*REQUIREMENT*. Your answer should consist of each line from the data below that contains "mayChange".

Dataset entries
^^^^^^^^

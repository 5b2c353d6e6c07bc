import type { ReconstructionKnown } from '../documents/reconstruction';
import type { StationProblem } from '../documents/station';
import type { Contribution } from '../documents/station-uncertainty';
import { add, scale, turnLeft, unit, type Vector } from '../geometry/vector';

/**
 * One independent cause of uncertainty with unit variance: how the problem looks when it has the
 * value z instead of 0. A mark has two, along the axes of its covariance.
 */
export interface Cause {
  readonly kind: Contribution['kind'];
  readonly id: string;
  readonly label: string;
  readonly move: (problem: StationProblem, z: number) => StationProblem;
}

type Pair = [number, number];

const shifted = (at: Vector, by: Vector, z: number): Pair => {
  const [x, y] = add(at, scale(z, by));
  return [x, y];
};

const replaced = <T extends { id: string }>(
  items: readonly T[],
  id: string,
  change: (item: T) => T,
): T[] => items.map((item) => (item.id === id ? change(item) : item));

/** Every uncertain input of a station, as causes. */
export const causesOf = (problem: StationProblem): readonly Cause[] => [
  ...problem.marks.flatMap(markCauses),
  ...problem.bodies.flatMap((body) =>
    body.points.flatMap((point) =>
      point.sigma.flatMap((sigma, axis) =>
        sigma > 0 ? [dimensionCause(body.id, body.name, point.id, axis, sigma)] : [],
      ),
    ),
  ),
  ...problem.joints
    .filter(({ id }) => !problem.station.joints.off.includes(id))
    .flatMap(jointCauses),
  ...problem.station.poses.flatMap((pose) =>
    (['x', 'y', 'heading'] as const).flatMap((part) =>
      pose[part].sigma > 0 ? [statedCause(pose.body, part, pose[part].sigma)] : [],
    ),
  ),
  ...problem.station.knowns.flatMap(knownCauses),
];

/** Columns of the lower Cholesky factor of the mark's covariance. */
function markCauses({ id, label, covariance }: StationProblem['marks'][number]): Cause[] {
  const [[a, b], [, d]] = covariance;
  const first = Math.sqrt(a);
  const columns: Vector[] = [
    [first, b / first],
    [0, Math.sqrt(Math.max(0, d - (b / first) ** 2))],
  ];
  return columns.map((column) => ({
    kind: 'mark',
    id,
    label,
    move: (problem, z) => ({
      ...problem,
      marks: replaced(problem.marks, id, (mark) => ({ ...mark, at: shifted(mark.at, column, z) })),
    }),
  }));
}

function dimensionCause(
  body: string,
  bodyName: string,
  point: string,
  axis: number,
  sigma: number,
): Cause {
  const by: Vector = axis === 0 ? [sigma, 0] : [0, sigma];
  return {
    kind: 'dimension',
    id: `${body}.${point}`,
    label: `${point} of ${bodyName}`,
    move: (problem, z) => ({
      ...problem,
      bodies: replaced(problem.bodies, body, (found) => ({
        ...found,
        points: replaced(found.points, point, (one) => ({ ...one, at: shifted(one.at, by, z) })),
      })),
    }),
  };
}

function jointCauses(joint: StationProblem['joints'][number]): Cause[] {
  if ((joint.kind !== 'ground-pin' && joint.kind !== 'guide') || joint.at === null) return [];
  if (joint.sigma === 0) return [];
  const { at, sigma, id } = joint;
  const ways: Vector[] =
    joint.kind === 'guide'
      ? [turnLeft(unit(joint.direction))]
      : [
          [1, 0],
          [0, 1],
        ];
  return ways.map((way) => ({
    kind: 'joint',
    id,
    label: id,
    move: (problem, z) => ({
      ...problem,
      joints: replaced(problem.joints, id, (found) =>
        'at' in found ? { ...found, at: shifted(at, scale(sigma, way), z) } : found,
      ),
    }),
  }));
}

function statedCause(body: string, part: 'x' | 'y' | 'heading', sigma: number): Cause {
  return {
    kind: 'stated pose',
    id: body,
    label: `stated pose of ${body}`,
    move: (problem, z) => ({
      ...problem,
      station: {
        ...problem.station,
        poses: problem.station.poses.map((pose) =>
          pose.body === body
            ? { ...pose, [part]: { ...pose[part], value: pose[part].value + z * sigma } }
            : pose,
        ),
      },
    }),
  };
}

function knownCauses(known: ReconstructionKnown): Cause[] {
  const cause = (
    change: (known: ReconstructionKnown, z: number) => ReconstructionKnown,
  ): Cause => ({
    kind: 'known',
    id: known.id,
    label: known.id,
    move: (problem, z) => ({
      ...problem,
      station: {
        ...problem.station,
        knowns: replaced(problem.station.knowns, known.id, (found) => change(found, z)),
      },
    }),
  });
  const parts = Object.entries(known).filter(
    (entry): entry is [string, { value: number; sigma: number }] => isUncertain(entry[1]),
  );
  return parts.map(([part, { value, sigma }]) =>
    cause((found, z) => ({ ...found, [part]: { value: value + z * sigma, sigma } })),
  );
}

const isUncertain = (part: unknown): boolean =>
  typeof part === 'object' &&
  part !== null &&
  'sigma' in part &&
  typeof part.sigma === 'number' &&
  part.sigma > 0;
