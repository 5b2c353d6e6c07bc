import { ChangeDetectionStrategy, Component, computed, input, output } from '@angular/core';
import { MatButton } from '@angular/material/button';
import type { Mark, MarkChange } from '#shared/contracts/survey';
import { MarkSymbol } from '../../ui/scale-plan/mark-symbol';
import { ChangeList } from './change-list';
import { correlationOf, heightOf, placeInTrace, sigmaOf, sourceOf, withSigma } from './show-mark';

/** Everything about the selected mark: where it is, how well that is known, and where it came from. */
@Component({
  selector: 'app-mark-details',
  imports: [ChangeList, MarkSymbol, MatButton],
  template: `
    <div class="heading">
      <h3><ui-mark-symbol [kind]="mark().kind" /> {{ mark().label }}</h3>
      <span class="muted">{{ mark().kind }}</span>
    </div>
    <dl>
      @for (fact of facts(); track fact.name) {
        <div>
          <dt>{{ fact.name }}</dt>
          <dd>{{ fact.text }}</dd>
        </div>
      }
    </dl>
    @if (mark().source.raw) {
      <p class="raw">
        <span class="muted">word for word:&ngsp;</span><code>{{ mark().source.raw }}</code>
      </p>
    }
    @if (mayChange()) {
      <div class="actions screen-only">
        <button matButton="outlined" type="button" (click)="changed.emit()">Change</button>
        <button matButton type="button" (click)="withdrawn.emit()">Withdraw</button>
      </div>
    }
    @if (history().length > 0) {
      <h4>What it was before</h4>
      <app-change-list [changes]="history()" />
    }
  `,
  styles: `
    :host {
      display: grid;
      gap: 8px;
      padding: 10px 12px;
      border: 1px solid var(--line);
      border-left: 3px solid var(--spruce);
    }
    .heading {
      display: flex;
      align-items: baseline;
      gap: 10px;
    }
    dl {
      display: grid;
      grid-template-columns: repeat(auto-fill, minmax(180px, 1fr));
      gap: 4px 16px;
      margin: 0;
    }
    dt {
      color: var(--muted);
      font-size: 13px;
    }
    dd {
      margin: 0;
    }
    p,
    h4 {
      margin: 0;
    }
    .raw {
      overflow-wrap: anywhere;
      font-size: 13px;
    }
    .actions {
      display: flex;
      gap: 8px;
    }
  `,
  changeDetection: ChangeDetectionStrategy.OnPush,
})
export class MarkDetails {
  readonly mark = input.required<Mark>();
  readonly history = input.required<readonly MarkChange[]>();
  readonly mayChange = input.required<boolean>();
  readonly changed = output();
  readonly withdrawn = output();

  protected readonly facts = computed(() => {
    const mark = this.mark();
    const [sx, sy] = sigmaOf(mark);
    const correlation = correlationOf(mark);
    return [
      { name: 'x', text: withSigma(mark.at[0], sx) },
      { name: 'y', text: withSigma(mark.at[1], sy) },
      { name: 'Correlation of x and y', text: correlation === 0 ? '' : correlation.toFixed(2) },
      { name: 'Height', text: mark.height === null ? '' : heightOf(mark) },
      { name: 'Trace and place in it', text: placeInTrace(mark) },
      { name: 'Note', text: mark.note },
      { name: 'Came from', text: sourceOf(mark) },
    ].filter((fact) => fact.text !== '');
  });
}
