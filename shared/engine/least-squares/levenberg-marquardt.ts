import { applyTransposed, factorise, solve, type Qr } from './qr';
import { linearNorm, scaledNorm, trustRegionStep } from './trust-region';

/**
 * Non-linear least squares: the x that makes |r(x)|² least.
 *
 * Levenberg–Marquardt as a trust region with scaled variables, by QR of the Jacobian (never of the
 * normal equations, which would square its condition).
 * Source: J. J. Moré, "The Levenberg–Marquardt algorithm: implementation and theory", Lecture
 * Notes in Mathematics 630, Springer 1978, pp. 105–116.
 */
export interface Evaluation {
  /** m residuals, each divided by its standard uncertainty where that is known. */
  readonly residuals: Float64Array;
  /** ∂r/∂step at no step, m × n, column-major; asked for only at accepted points. */
  jacobian(): Float64Array;
}

export interface LeastSquaresProblem {
  /** Length of a step; less than that of x when constraints tie its elements. */
  readonly freedom: number;
  evaluate(x: Float64Array): Evaluation;
  /** x moved by a step; null when the point cannot be reached. Addition when left out. */
  move?(x: Float64Array, step: Float64Array): Float64Array | null;
}

export interface LeastSquaresOptions {
  readonly maxIterations?: number;
  /** Relative decrease of |r|² that counts as none. */
  readonly tolerance?: number;
  /** False where the elements of a step are of like size and their meaning may turn. */
  readonly scaling?: boolean;
  /** First trust radius over the scaled length of x. */
  readonly radius?: number;
}

export interface LeastSquaresResult {
  readonly x: Float64Array;
  readonly residuals: Float64Array;
  readonly jacobian: Float64Array;
  /** |r|² at x. */
  readonly sumOfSquares: number;
  readonly iterations: number;
  readonly converged: boolean;
}

export function minimise(
  problem: LeastSquaresProblem,
  start: Float64Array,
  options: LeastSquaresOptions = {},
): LeastSquaresResult {
  const { maxIterations = 500, tolerance = 1e-15, scaling = true, radius = 1 } = options;
  const n = problem.freedom;
  let x = start;
  let current = problem.evaluate(x);
  let norm = euclid(current.residuals);
  let jacobian = current.jacobian();
  const scale = new Float64Array(n).fill(1);
  const size = (a: Float64Array): number => (scaling ? scaledNorm(scale, a) : euclid(a));
  let trust = 0;
  let damping = 0;
  for (let iteration = 1; iteration <= maxIterations; iteration++) {
    const m = current.residuals.length;
    const qr = factorise(jacobian, m, n, 0);
    if (scaling) rescale(scale, jacobian, m, iteration === 1);
    if (iteration === 1) trust = radius * (size(x) || 1);
    const projected = applyTransposed(qr, current.residuals);
    const done = (): LeastSquaresResult => polished(problem, x, current, jacobian, iteration);
    if (n === 0 || gradientIsZero(qr, jacobian, current.residuals, norm)) return done();
    for (;;) {
      const { step, lambda } = trustRegionStep(qr, projected, scale, trust, damping);
      damping = lambda;
      const length = scaledNorm(scale, step);
      if (iteration === 1) trust = Math.min(trust, length || trust);
      const moved = problem.move ? problem.move(x, step) : sum(x, step);
      const trial = moved === null ? null : problem.evaluate(moved);
      const trialNorm = trial === null ? Infinity : euclid(trial.residuals);
      const actual = trialNorm < 10 * norm ? 1 - (trialNorm / norm) ** 2 : -1;
      const linear = linearNorm(qr, step) / norm;
      const damped = (Math.sqrt(damping) * length) / norm;
      const predicted = linear ** 2 + 2 * damped ** 2;
      const slope = -(linear ** 2 + damped ** 2);
      const ratio = predicted === 0 ? 0 : actual / predicted;
      if (!(ratio > 0.25)) {
        let shrink = actual >= 0 ? 0.5 : (0.5 * slope) / (slope + 0.5 * actual);
        if (!(0.1 * trialNorm < norm) || !(shrink >= 0.1)) shrink = 0.1;
        trust = shrink * Math.min(trust, length / 0.1);
        damping /= shrink;
      } else if (damping === 0 || ratio >= 0.75) {
        trust = length / 0.5;
        damping *= 0.5;
      }
      if (ratio >= 1e-4 && moved !== null && trial !== null) {
        x = moved;
        current = trial;
        norm = trialNorm;
        jacobian = current.jacobian();
      }
      const negligible = Math.abs(actual) <= tolerance && predicted <= tolerance && ratio <= 2;
      if (negligible || trust <= Number.EPSILON * size(x)) return done();
      if (ratio >= 1e-4) break;
      if (predicted <= Number.EPSILON ** 2 || trust < 1e-300) return done();
    }
  }
  return {
    x,
    residuals: current.residuals,
    jacobian,
    sumOfSquares: norm * norm,
    iterations: maxIterations,
    converged: false,
  };
}

const polishings = 3;

/**
 * The test on |r|² leaves an error of about the root of its tolerance in x: full Gauss–Newton steps
 * take it away, as long as they keep |r|² to rounding.
 */
function polished(
  problem: LeastSquaresProblem,
  from: Float64Array,
  evaluation: Evaluation,
  slopes: Float64Array,
  iterations: number,
): LeastSquaresResult {
  let x = from;
  let current = evaluation;
  let jacobian = slopes;
  let norm = euclid(current.residuals);
  for (let i = 0; i < polishings && problem.freedom > 0 && norm > 0; i++) {
    const qr = factorise(jacobian, current.residuals.length, problem.freedom);
    if (qr.rank < problem.freedom) break;
    const step = solve(qr, current.residuals).map((value) => -value);
    const moved = problem.move ? problem.move(x, step) : sum(x, step);
    if (moved === null) break;
    const next = problem.evaluate(moved);
    const nextNorm = euclid(next.residuals);
    if (!(nextNorm <= norm * (1 + 1e-14))) break;
    [x, current, jacobian, norm] = [moved, next, next.jacobian(), nextNorm];
  }
  return {
    x,
    residuals: current.residuals,
    jacobian,
    sumOfSquares: norm * norm,
    iterations,
    converged: true,
  };
}

function rescale(scale: Float64Array, jacobian: Float64Array, m: number, first: boolean): void {
  for (let j = 0; j < scale.length; j++) {
    const norm = euclid(jacobian.subarray(j * m, (j + 1) * m));
    if (first) scale[j] = norm || 1;
    else scale[j] = Math.max(scale[j], norm);
  }
}

/** Every column of the Jacobian is orthogonal to the residuals, to rounding. */
function gradientIsZero(
  qr: Qr,
  jacobian: Float64Array,
  residuals: Float64Array,
  norm: number,
): boolean {
  if (norm === 0) return true;
  const m = qr.rows;
  for (let j = 0; j < qr.columns; j++) {
    const column = jacobian.subarray(j * m, (j + 1) * m);
    const length = euclid(column);
    let dot = 0;
    for (let i = 0; i < m; i++) dot += column[i] * residuals[i];
    if (length > 0 && Math.abs(dot) > 4 * Number.EPSILON * length * norm) return false;
  }
  return true;
}

function euclid(a: Float64Array): number {
  let sum = 0;
  for (const value of a) sum += value * value;
  return Math.sqrt(sum);
}

function sum(x: Float64Array, step: Float64Array): Float64Array {
  return x.map((value, i) => value + step[i]);
}
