import { factorise, inverseNormal } from './qr';

/**
 * (JᵀJ)⁻¹ of an m × n Jacobian of full column rank (column-major), n × n: the covariance of the
 * parameters when each residual has unit variance. Columns are scaled first, so that parameters of
 * very different size do not hide each other.
 */
export function covarianceOf(jacobian: Float64Array, m: number, n: number): Float64Array {
  const { scaled, lengths } = unitColumns(jacobian, m, n);
  const inverse = inverseNormal(factorise(scaled, m, n, 0));
  return inverse.map((value, k) => value / (lengths[Math.floor(k / n)] * lengths[k % n]));
}

/** The matrix with every column divided by its length; zero columns are left. */
export function unitColumns(
  a: Float64Array,
  m: number,
  n: number,
): { scaled: Float64Array; lengths: Float64Array } {
  const scaled = Float64Array.from(a);
  const lengths = new Float64Array(n);
  for (let j = 0; j < n; j++) {
    let square = 0;
    for (let i = j * m; i < (j + 1) * m; i++) square += a[i] * a[i];
    lengths[j] = Math.sqrt(square) || 1;
    for (let i = j * m; i < (j + 1) * m; i++) scaled[i] /= lengths[j];
  }
  return { scaled, lengths };
}
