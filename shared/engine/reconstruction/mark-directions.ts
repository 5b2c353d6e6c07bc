import type { MarkDirection, StationMark, StationProblem } from '../documents/station';
import { EngineError } from '../errors';
import { alongTrace } from '../geometry/trace-order';
import { traceTangent } from '../geometry/trace-tangent';

/** Points of its trace that the tangent at each mark takes. */
export type Windows = ReadonlyMap<string, number>;

/**
 * The tangents of the traces at the marks whose direction the station uses. `windows` fixes how many
 * points each takes; without it the traces themselves decide.
 * Throws EngineError `not-enough-marks` when a mark is on no trace, or is alone on it.
 */
export function markDirections(
  { station, marks }: StationProblem,
  windows: Windows | null = null,
): MarkDirection[] {
  const byId = new Map(marks.map((mark) => [mark.id, mark]));
  return station.marks
    .filter(({ direction }) => direction)
    .map(({ markId, body, point }) => {
      const mark = byId.get(markId);
      const points = mark === undefined ? [] : traceOf(mark, marks);
      if (mark === undefined || mark.trace === null || points.length < 2)
        throw new EngineError(
          'not-enough-marks',
          `station.marks.${markId}.direction`,
          `The mark "${mark?.label ?? markId}" has no direction: it takes a trace of at least two points.`,
        );
      const window = windows?.get(markId);
      const tangent = traceTangent(points, mark.at, { window, shrinks: window === undefined });
      return {
        mark: markId,
        body,
        point,
        trace: mark.trace,
        foot: [tangent.foot[0], tangent.foot[1]],
        direction: tangent.direction,
        sigma: tangent.sigma,
        curvature: tangent.curvature,
        curvatureSigma: tangent.curvatureSigma,
        used: tangent.used,
        pValue: tangent.pValue,
      };
    });
}

function traceOf(mark: StationMark, marks: readonly StationMark[]): readonly StationMark[] {
  if (mark.trace === null) return [];
  return alongTrace(marks.filter(({ trace }) => trace === mark.trace));
}
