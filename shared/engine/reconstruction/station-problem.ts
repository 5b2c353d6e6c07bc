import type { ReconstructionDocument } from '../documents/reconstruction';
import type { StationMark, StationProblem } from '../documents/station';
import { EngineError } from '../errors';

/**
 * One station of a reconstruction as a problem of its own, with only the marks that it uses: those
 * assigned, and the other points of the traces whose direction is used.
 * Throws EngineError `unknown-reference` for a station or a mark that is not there.
 */
export function stationProblemOf(
  reconstruction: ReconstructionDocument,
  stationId: string,
  marks: readonly StationMark[],
): StationProblem {
  const station = reconstruction.stations.find(({ id }) => id === stationId);
  if (station === undefined)
    throw new EngineError(
      'unknown-reference',
      'stations',
      `The reconstruction has no station "${stationId}".`,
    );
  const known = new Map(marks.map((mark) => [mark.id, mark]));
  const wanted = new Set<string>();
  const traces = new Set<string>();
  for (const { markId, direction } of station.marks) {
    const mark = known.get(markId);
    if (mark === undefined)
      throw new EngineError(
        'unknown-reference',
        `station.marks.${markId}`,
        'This mark is not among the marks of the survey.',
      );
    wanted.add(markId);
    if (direction && mark.trace !== null) traces.add(mark.trace);
  }
  return {
    format: 'centrode.station-problem/1',
    bodies: reconstruction.bodies,
    joints: reconstruction.joints,
    station,
    marks: marks
      .filter(({ id, trace }) => wanted.has(id) || (trace !== null && traces.has(trace)))
      .map(({ id, label, at, covariance, trace, order }) => ({
        id,
        label,
        at,
        covariance,
        trace,
        order,
      })),
  };
}
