import { ChangeDetectionStrategy, Component } from '@angular/core';
import { EmptyState } from '../../ui/empty-state/empty-state';

@Component({
  selector: 'app-survey',
  imports: [EmptyState],
  template: `
    <h2>Survey</h2>
    <ui-empty-state text="This section is not in this version yet."
      >It will hold the measured marks and the scale plan.</ui-empty-state
    >
  `,
  styles: `
    :host {
      display: grid;
      gap: 12px;
      padding: var(--gutter);
    }
  `,
  changeDetection: ChangeDetectionStrategy.OnPush,
})
export class Survey {}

^^^^^^^^

*TASK RESPONSE*.
    @if (mayChange()) {
  readonly mayChange = input.required<boolean>();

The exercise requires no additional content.